Tina Fey is an American actress, comedian, writer, and producer. Throughout her career, Fey has received numerous accolades including ten Primetime Emmy Awards, two Golden Globe Awards, two Critics' Choice Awards, five Screen Actors Guild Awards, three Producers Guild of America Awards and seven Writers Guild of America Awards as well as nominations for a Grammy Award and a Tony Award.

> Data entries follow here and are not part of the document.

Cells are stripped of surrounding spaces; a blank cell in an optional field means none.
See ``tests/data/import_map.toml`` for a worked example with every section:

    [csv]       delimiter (default ","), encoding (default "utf-8-sig")
    [trial]     subject, session, trial, rig (required); wall_time, duration
                wall_time takes format = "epoch" (default) or "iso", and timezone = "Area/City"
                for ISO times written without an offset
    [[cue]]     one table per cue slot: cue, onset, offset; a blank cue cell leaves the slot empty
    [[step]]    one table per step slot of a multi-step trial, in the order of the steps: state,
                time (required), action, reward_ul (optional); a blank state cell ends the steps
    [outcome]   reward_ul (µL), or rewarded (true/false, 1/0, yes/no) with volume_ul =
                <constant µL>; reward_time, punishment, punishment_time, timeout_s
    [response]  kind, value, result, latency
    [extra]     name = source; a source may add type = "auto" | "float" | "int" | "str" | "bool"
"""

from __future__ import annotations

import codecs
import math
import os
import tomllib
from collections.abc import Iterable, Mapping
from dataclasses import dataclass
from typing import Any
from zoneinfo import ZoneInfo, ZoneInfoNotFoundError

from ..core.trial import PUNISHMENTS, RESPONSE_RESULTS
from ..errors import BadArgument, RuleError
from .csv_cells import CONVERTERS, CellError, epoch_or_iso


class MappingError(RuleError):
    """A column mapping is invalid; ``problems`` lists every fault with its key path."""

    def __init__(self, problems: list[str], source: str | None = None):
        super().__init__(problems, source)
        head = f"{source}: " if source else ""
        n = len(self.problems)
        lines = "\n".join(f"  - {p}" for p in self.problems)
        self.args = (f"{head}{n} problem{'s' if n != 1 else ''} in column mapping:\n{lines}",)


@dataclass(frozen=True, slots=True)
class Source:
    """Where a field's value comes from: a ``column`` (optionally through ``map``) or a
    constant ``value``. ``path`` is the mapping key, for messages."""

    path: str
    column: str | None
    value: Any
    map: Mapping[str, Any] | None
    convert: Any  # cell -> value; raises CellError

    def read(self, row: Mapping[str, str]) -> Any:
        if self.column is None:
            return self.value
        cell = row.get(self.column, "").strip()
        if self.map is not None:
            if cell not in self.map:
                keys = ", ".join(repr(k) for k in self.map)
                raise CellError(f"{cell!r} is not in the map for {self.path} (allowed: {keys})")
            return self.map[cell]
        return self.convert(cell)


@dataclass(frozen=True, slots=True)
class CueSlot:
    cue: Source
    onset: Source
    offset: Source


@dataclass(frozen=True, slots=True)
class StepSlot:
    state: Source
    time: Source
    action: Source | None = None
    reward_ul: Source | None = None


@dataclass(frozen=True, slots=True)
class ColumnMap:
    """A validated column mapping (see the module docstring); built by ``load_mapping``."""

    subject: Source
    session: Source
    trial: Source
    rig: Source
    wall_time: Source | None
    duration: Source | None
    cues: tuple[CueSlot, ...]
    reward_ul: Source | None
    reward_given: Source | None
    volume_ul: float | None
    reward_time: Source | None
    punishment: Source | None
    punishment_time: Source | None
    timeout_s: Source | None
    kind: Source | None
    value: Source | None
    result: Source | None
    latency: Source | None
    extra: tuple[tuple[str, Source], ...]
    delimiter: str = ","
    encoding: str = "utf-8-sig"
    source: str | None = None
    wall_format: str = "epoch"  # trial.wall_time's format: "epoch" or "iso"
    steps: tuple[StepSlot, ...] = ()

    def sources(self) -> list[Source]:
        out = [self.subject, self.session, self.trial, self.rig, self.wall_time, self.duration,
               self.reward_ul, self.reward_given, self.reward_time, self.punishment, self.punishment_time,
               self.timeout_s, self.kind, self.value, self.result, self.latency]
        for slot in self.cues:
            out += [slot.cue, slot.onset, slot.offset]
        for step in self.steps:
            out += [step.state, step.time, step.action, step.reward_ul]
        out += [s for _, s in self.extra]
        return [s for s in out if s is not None]

    def columns(self) -> list[str]:
        """The CSV columns the mapping reads, in mapping order, each once."""
        return list(dict.fromkeys(s.column for s in self.sources() if s.column is not None))


_SECTIONS = {"csv", "trial", "cue", "step", "outcome", "response", "extra"}
_TRIAL_KEYS = {"subject": "str", "session": "str", "trial": "int", "rig": "str", "wall_time": "time",
               "duration": "float"}
_OUTCOME_KEYS = {"reward_ul": "float", "rewarded": "bool", "volume_ul": None, "reward_time": "float",
                 "punishment": "str", "punishment_time": "float", "timeout_s": "float"}
_RESPONSE_KEYS = {"kind": "str", "value": "auto", "result": "str", "latency": "float"}
_CUE_KEYS = {"cue": "str", "onset": "float", "offset": "float"}
_STEP_KEYS = {"state": "str", "time": "float", "action": "str", "reward_ul": "float"}
_CHOICES = {"response.result": RESPONSE_RESULTS, "outcome.punishment": PUNISHMENTS}


class _Loader:
    """Reads one mapping's entries, recording every problem instead of stopping at the first."""

    def __init__(self, source: str | None):
        self.source = source
        self.problems: list[str] = []

    def table(self, data: Any, path: str, allowed: Iterable[str]) -> dict[str, Any]:
        if not isinstance(data, dict):
            self.problems.append(f"{path} must be a table (got {type(data).__name__})")
            return {}
        allowed = list(allowed)
        self.unknown(data, path, allowed)
        return {k: v for k, v in data.items() if k in allowed}

    def unknown(self, data: dict[str, Any], path: str, allowed: list[str]) -> None:
        """Record each key of ``data`` that is not in ``allowed``."""
        for key in data:
            if key not in allowed:
                self.problems.append(f"{path}.{key} is not a known key (known: {', '.join(allowed)})")

    def spec(self, spec: Any, path: str, kind: str, *, extra_keys: Iterable[str] = ()) -> Source | None:
        """Turn a field's mapping entry into a Source; problems are recorded, None returned."""
        if isinstance(spec, str):
            spec = {"column": spec}
        if not isinstance(spec, dict):
            self.problems.append(f"{path} must be a column name or a table with column or value "
                                 f"(got {type(spec).__name__})")
            return None
        self.unknown(spec, path, ["column", "value", "map", *extra_keys])
        ok = len(self.problems)
        if ("column" in spec) == ("value" in spec):
            self.problems.append(f"{path} needs exactly one of column or value")
            return None
        column = spec.get("column")
        if column is not None and (not isinstance(column, str) or not column.strip()):
            self.problems.append(f"{path}.column must be a non-empty column name (got {column!r})")
            return None
        convert = self.converter(spec, path, kind)
        if convert is None:
            return None
        choices = _CHOICES.get(path)

        def check(v: Any, where: str) -> Any:
            try:
                out = None if v == "" else convert(v)  # "" in a map means none
            except CellError as err:
                self.problems.append(f"{where}: {err}")
                return None
            if choices is not None and out is not None and out not in choices:
                self.problems.append(f"{where}: {out!r} is not one of {', '.join(choices)}")
            return out

        value, mapping = None, None
        if "value" in spec:
            if "map" in spec:
                self.problems.append(f"{path}.map needs a column (a constant value has nothing to map)")
            value = check(spec["value"], f"{path}.value")
        if "map" in spec and column is not None:
            raw = spec["map"]
            if not isinstance(raw, dict) or not raw:
                self.problems.append(f"{path}.map must be a non-empty table of cell text = value")
            else:
                mapping = {str(k).strip(): check(v, f"{path}.map[{k!r}]") for k, v in raw.items()}
        if len(self.problems) > ok:
            return None
        return Source(path, column.strip() if column else None, value, mapping, convert)

    def converter(self, spec: dict[str, Any], path: str, kind: str) -> Any:
        """The cell converter of a field of ``kind``, with a time's format and zone or an
        extra's type read from ``spec``; None (the problem recorded) when they are wrong."""
        if kind == "time":
            fmt = spec.get("format", "epoch")
            tz = spec.get("timezone")
            if fmt not in ("epoch", "iso"):
                self.problems.append(f"{path}.format must be epoch or iso (got {fmt!r})")
                return None
            if tz is not None:
                try:
                    if not isinstance(tz, str):
                        raise ZoneInfoNotFoundError(tz)
                    ZoneInfo(tz)
                except (ZoneInfoNotFoundError, ValueError):
                    self.problems.append(f"{path}.timezone must be a time zone name such as 'Europe/Lisbon' (got {tz!r})")
                    return None
            return epoch_or_iso(fmt, tz)
        if kind == "extra":
            kind = spec.get("type", "auto")
            if kind not in CONVERTERS:
                self.problems.append(f"{path}.type must be one of {', '.join(CONVERTERS)} (got {kind!r})")
                return None
        return CONVERTERS[kind]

She started her career as a head writer and cast member on the NBC sketch series Saturday Night Live (1997–2006). As a writer for SNL she won the Primetime Emmy Award for Outstanding Writing for a Variety Series in 2002. She won the Primetime Emmy Award for Outstanding Guest Actress in a Comedy Series twice, her first win for portraying Sarah Palin in 2009, and her second win for co-hosting with Amy Poehler in 2016. She gained acclaim as a writer, producer and actress on the NBC sitcom 30 Rock (2006–2013) where she portrayed Liz Lemon winning the Primetime Emmy Award, two Golden Globe Awards, and four Screen Actors Guild Awards. The series won three Primetime Emmy Awards for Outstanding Comedy Series and the Primetime Emmy Award for Outstanding Writing for a Comedy Series twice for "Cooter" in 2008 and "Last Lunch" in 2013.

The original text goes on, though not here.